Whole-genome analysis of diverse Chlamydia trachomatis strains identifies phylogenetic relationships masked by current clinical typing

Abstract

Chlamydia trachomatis is responsible for both trachoma and sexually transmitted infections, causing substantial morbidity and economic cost globally. Despite this, our knowledge of its population and evolutionary genetics is limited. Here we present a detailed phylogeny based on whole-genome sequencing of representative strains of C. trachomatis from both trachoma and lymphogranuloma venereum (LGV) biovars from temporally and geographically diverse sources. Our analysis shows that predicting phylogenetic structure using ompA, which is traditionally used to classify Chlamydia, is misleading because extensive recombination in this region masks any true relationships present. We show that in many instances, ompA is a chimera that can be exchanged in part or as a whole both within and between biovars. We also provide evidence for exchange of, and recombination within, the cryptic plasmid, which is another key diagnostic target. We used our phylogenetic framework to show how genetic exchange has manifested itself in ocular, urogenital and LGV C. trachomatis strains, including the epidemic LGV serotype L2b.

Figure 1. Maximum likelihood reconstruction of the phylogeny of C. trachomatis with recombinations removed

(a) C. trachomatis species phylogeny using the chromosomal sequences of 52 genomes after predicted recombinations have been removed using the method described in Croucher et al.. Bootstrap support for nodes on the tree are shown in Supplementary Figure 1. (b) Phylogenetic reconstruction of the C. trachomatis plasmid after predicted recombinations have been removed. Strain names are colored by serotype, see key. Scale bar represents number of SNPs. Plasmid sequences were not available for all strains in a. For comparison, trees without recombination removal are shown in Supplementary Figure 2.
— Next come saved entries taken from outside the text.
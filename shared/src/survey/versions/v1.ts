import { z } from 'zod/mini';

/**
 * The survey document, version 1. FROZEN once released: a changed shape is a new file `v2.ts` with a step from this one.
 * Every length is in metres, every mass in kilograms, every heat in MJ/kg; the unit is part of the field's name.
 * Fields are strict: an unknown key is refused.
 */
export const SCHEMA_VERSION = 1;

const id = z.uuid();
const text = (max: number) => z.string().check(z.maxLength(max));
const coordinate = z.number().check(z.minimum(-10_000), z.maximum(10_000));
const nullable = z.nullable;

export const liningLayer = z.strictObject({
  thickness_m: z.number().check(z.minimum(1e-5), z.maximum(10)),
  conductivity_W_mK: z.number().check(z.minimum(1e-4), z.maximum(1000)),
  density_kg_m3: z.number().check(z.minimum(1), z.maximum(25_000)),
  specific_heat_J_kgK: z.number().check(z.minimum(10), z.maximum(20_000)),
  label: z.optional(text(120)),
});
/** A surface is a key of `shared/src/catalogue/linings` or its own layers, exposed side first. */
export const liningSurface = z.union([
  z.strictObject({ key: text(60) }),
  z.strictObject({ layers: z.array(liningLayer).check(z.minLength(1), z.maxLength(8)) }),
]);
export const lining = z.strictObject({
  walls: nullable(liningSurface),
  ceiling: nullable(liningSurface),
  floor: nullable(liningSurface),
});

const yesNo = z.enum(['yes', 'no', 'unknown', 'not-applicable']);
export const protection = z.strictObject({
  sprinklers: nullable(
    z.strictObject({
      rti: z.number().check(z.positive(), z.maximum(1000)),
      activation_C: z.number().check(z.minimum(30), z.maximum(400)),
      distance_m: z.number().check(z.positive(), z.maximum(50)),
    }),
  ),
  independent_water_supplies: nullable(z.int().check(z.minimum(0), z.maximum(2))),
  detection: z.enum(['none', 'heat', 'smoke', 'both', 'unknown']),
  alarm_to_brigade: nullable(z.boolean()),
  brigade: z.enum(['none', 'works', 'off-site', 'both', 'unknown']),
  access_routes: z.enum(['pressurised', 'normal', 'missing', 'unknown']),
  firefighting_devices: yesNo,
  stair_smoke_exhaust: yesNo,
});

export const planPicture = z.strictObject({
  file_id: id,
  width_px: z.int().check(z.positive(), z.maximum(20_000)),
  height_px: z.int().check(z.positive(), z.maximum(20_000)),
  metres_per_px: z.number().check(z.positive(), z.maximum(10)),
  x_m: coordinate,
  y_m: coordinate,
  rotation_deg: z.number().check(z.minimum(-360), z.maximum(360)),
  opacity: z.number().check(z.minimum(0), z.maximum(1)),
  locked: z.boolean(),
});

export const storey = z.strictObject({
  id,
  name: text(200).check(z.minLength(1)),
  level_m: coordinate,
  height_m: z.number().check(z.minimum(0.5), z.maximum(100)),
  wall_thickness_m: z.number().check(z.minimum(0), z.maximum(2)),
  plan_picture: nullable(planPicture),
  /** Degrees clockwise from the plan's y axis to north; null: not known, no north arrow. */
  north_deg: nullable(z.number().check(z.minimum(-360), z.maximum(360))),
});

export const corner = z.strictObject({ id, storey_id: id, x_m: coordinate, y_m: coordinate });

const ring = z.array(id).check(z.minLength(3), z.maxLength(500));
export const room = z.strictObject({
  id,
  storey_id: id,
  name: text(200).check(z.minLength(1)),
  /** Corner ids on wall centre lines, either way round, not closed by a repeated corner. */
  ring,
  holes: z.array(ring).check(z.maxLength(50)),
  /** Clear height; null: the storey's. */
  height_m: nullable(z.number().check(z.minimum(0.5), z.maximum(100))),
  /** A key of `shared/src/catalogue/uses`, or a person's own word for it, or null. */
  use: nullable(text(80)),
  lining,
  protection,
  rating_min: nullable(z.number().check(z.minimum(0), z.maximum(480))),
  danger_of_activation: nullable(z.number().check(z.minimum(0.5), z.maximum(3))),
  measured_floor_area_m2: nullable(z.number().check(z.positive(), z.maximum(1_000_000))),
  compartment_floor_m2: nullable(z.number().check(z.positive(), z.maximum(1_000_000))),
  bounded_by_rated_construction: nullable(z.boolean()),
  roof_vents_m2: z.number().check(z.minimum(0), z.maximum(100_000)),
  roof_vents_state: z.enum(['open', 'closed', 'fails']),
  notes: text(10_000),
});

export const openingState = z.enum(['open', 'closed', 'fails']);
export const opening = z.strictObject({
  id,
  storey_id: id,
  /** The two corners of the wall it stands in; `offset_m` counts from the first to the opening's near edge. */
  wall: z.tuple([id, id]),
  offset_m: z.number().check(z.minimum(0), z.maximum(10_000)),
  width_m: z.number().check(z.minimum(0.05), z.maximum(1000)),
  height_m: z.number().check(z.minimum(0.05), z.maximum(100)),
  sill_m: z.number().check(z.minimum(0), z.maximum(100)),
  kind: z.enum(['door', 'window', 'vent', 'shutter', 'gap']),
  state: openingState,
  label: text(200),
});

export const keeping = z.enum(['fixed', 'stored', 'passing']);
export const enclosure = z.enum(['open', 'cabinet', 'sealed']);
export const evidence = z.enum(['weighed', 'counted', 'measured', 'estimated', 'hearsay']);
export const growthClass = z.enum(['slow', 'medium', 'fast', 'ultra-fast']);
export const ignitionClass = z.enum(['easy', 'normal', 'hard', 'resistant']);

export const entryPart = z.strictObject({
  /** Key of a built-in material or id of an organisation's own; null: a heat of the person's own. */
  material: nullable(text(80)),
  material_version: nullable(z.int().check(z.minimum(1))),
  label: text(200),
  /** Copied when the entry is placed, so a tally never changes silently with the catalogue. */
  net_heat_MJ_kg: z.number().check(z.minimum(0), z.maximum(150)),
  low_MJ_kg: z.number().check(z.minimum(0), z.maximum(150)),
  high_MJ_kg: z.number().check(z.minimum(0), z.maximum(150)),
  heat_source: text(500),
  mass_kg: z.number().check(z.minimum(0), z.maximum(1_000_000)),
  /** Percent of wet mass; null: the heat is as received. */
  moisture_pct: nullable(z.number().check(z.minimum(0), z.maximum(95))),
});

export const entry = z.strictObject({
  id,
  room_id: id,
  /** Key of `shared/src/catalogue/kinds`, or null for something of the person's own. */
  kind: nullable(text(80)),
  label: text(500).check(z.minLength(1)),
  count: z.number().check(z.minimum(0), z.maximum(1_000_000)),
  parts: z.array(entryPart).check(z.minLength(1), z.maxLength(20)),
  x_m: coordinate,
  y_m: coordinate,
  rotation_deg: z.number().check(z.minimum(-360), z.maximum(360)),
  base_height_m: z.number().check(z.minimum(0), z.maximum(100)),
  width_m: z.number().check(z.minimum(0.01), z.maximum(1000)),
  depth_m: z.number().check(z.minimum(0.01), z.maximum(1000)),
  height_m: z.number().check(z.minimum(0.01), z.maximum(100)),
  keeping,
  enclosure,
  sealed_rating_min: nullable(z.number().check(z.positive(), z.maximum(480))),
  evidence,
  growth: nullable(growthClass),
  /** Peak heat release of the whole entry (all pieces). */
  peak_kW: nullable(z.number().check(z.positive(), z.maximum(1_000_000))),
  /** A measured curve `[[s, kW], …]` of the whole entry; replaces growth and peak. */
  curve: nullable(z.array(z.tuple([z.number(), z.number()])).check(z.minLength(2), z.maxLength(2000))),
  radiative_fraction: nullable(z.number().check(z.minimum(0), z.maximum(1))),
  ignition_class: nullable(ignitionClass),
  ignites_at_kW_m2: nullable(z.number().check(z.positive(), z.maximum(200))),
  note: text(10_000),
  /** Client-made ids of photos; the files arrive on their own. */
  photos: z.array(id).check(z.maxLength(50)),
  recorded_by: nullable(text(200)),
  recorded_at: nullable(z.iso.datetime()),
  confirmed_by: nullable(text(200)),
  confirmed_at: nullable(z.iso.datetime()),
});

export const surveyDocumentV1 = z.strictObject({
  schema_version: z.literal(SCHEMA_VERSION),
  survey_id: id,
  sequence: z.int().check(z.minimum(0)),
  storeys: z.array(storey),
  corners: z.array(corner),
  rooms: z.array(room),
  openings: z.array(opening),
  entries: z.array(entry),
});

export type LiningLayer = z.infer<typeof liningLayer>;
export type LiningSurface = z.infer<typeof liningSurface>;
export type Lining = z.infer<typeof lining>;
export type Protection = z.infer<typeof protection>;
export type PlanPicture = z.infer<typeof planPicture>;
export type Storey = z.infer<typeof storey>;
export type Corner = z.infer<typeof corner>;
export type Room = z.infer<typeof room>;
export type OpeningState = z.infer<typeof openingState>;
export type Opening = z.infer<typeof opening>;
export type Keeping = z.infer<typeof keeping>;
export type Enclosure = z.infer<typeof enclosure>;
export type Evidence = z.infer<typeof evidence>;
export type EntryPart = z.infer<typeof entryPart>;
export type Entry = z.infer<typeof entry>;
export type SurveyDocumentV1 = z.infer<typeof surveyDocumentV1>;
Figure 2. Reconstruction of recombination events on the species phylogeny of C. trachomatis

The top line represents the full chromosome structure of C. trachomatis based on L2/434/BU, with CDSs represented as blue boxes on the relevant coding strand. Numbers indicate position in the genome alignment, beginning at CTL0001 (L2/434/BU accession number AM884176). Each horizontal track represents the chromosome of a strain in the species phylogeny on the left. Blocks shown on the tracks represent the location of received homologous replacements, with their color corresponding to the color of the donor branch on the tree. Tree branches and taxon names are colored by phylogenetic distance, with more similar colors representing more closely related branches. Regions of interest along the genome are highlighted immediately below the recombination tracks. Below this are plots of the density of non-homoplasic SNP sites, homoplasic SNP sites and recombination events, based on a moving window analysis. Window size = 2000bp.

Figure 3. Distribution of SNPs in the ompA gene of C. trachomatis

The top line represents the structure of the ompA gene, showing the location of variable regions (VS1-4, red blocks) and cysteine residues (conserved in blue, non-conserved in orange). On the left is the species phylogeny of C. trachomatis, with strain names colored by serotype, see key. Adjacent to each strain name is a track with a background color based on the serotype of the corresponding strain. Colored vertical lines along the tracks represent bases that differ from the ancestral sequence: grey=non-homoplasic change; colored lines represent homoplasic bases: red=A, blue=T, green=C, orange=G. The pattern of lines provide a barcode of ompA similarity between strains.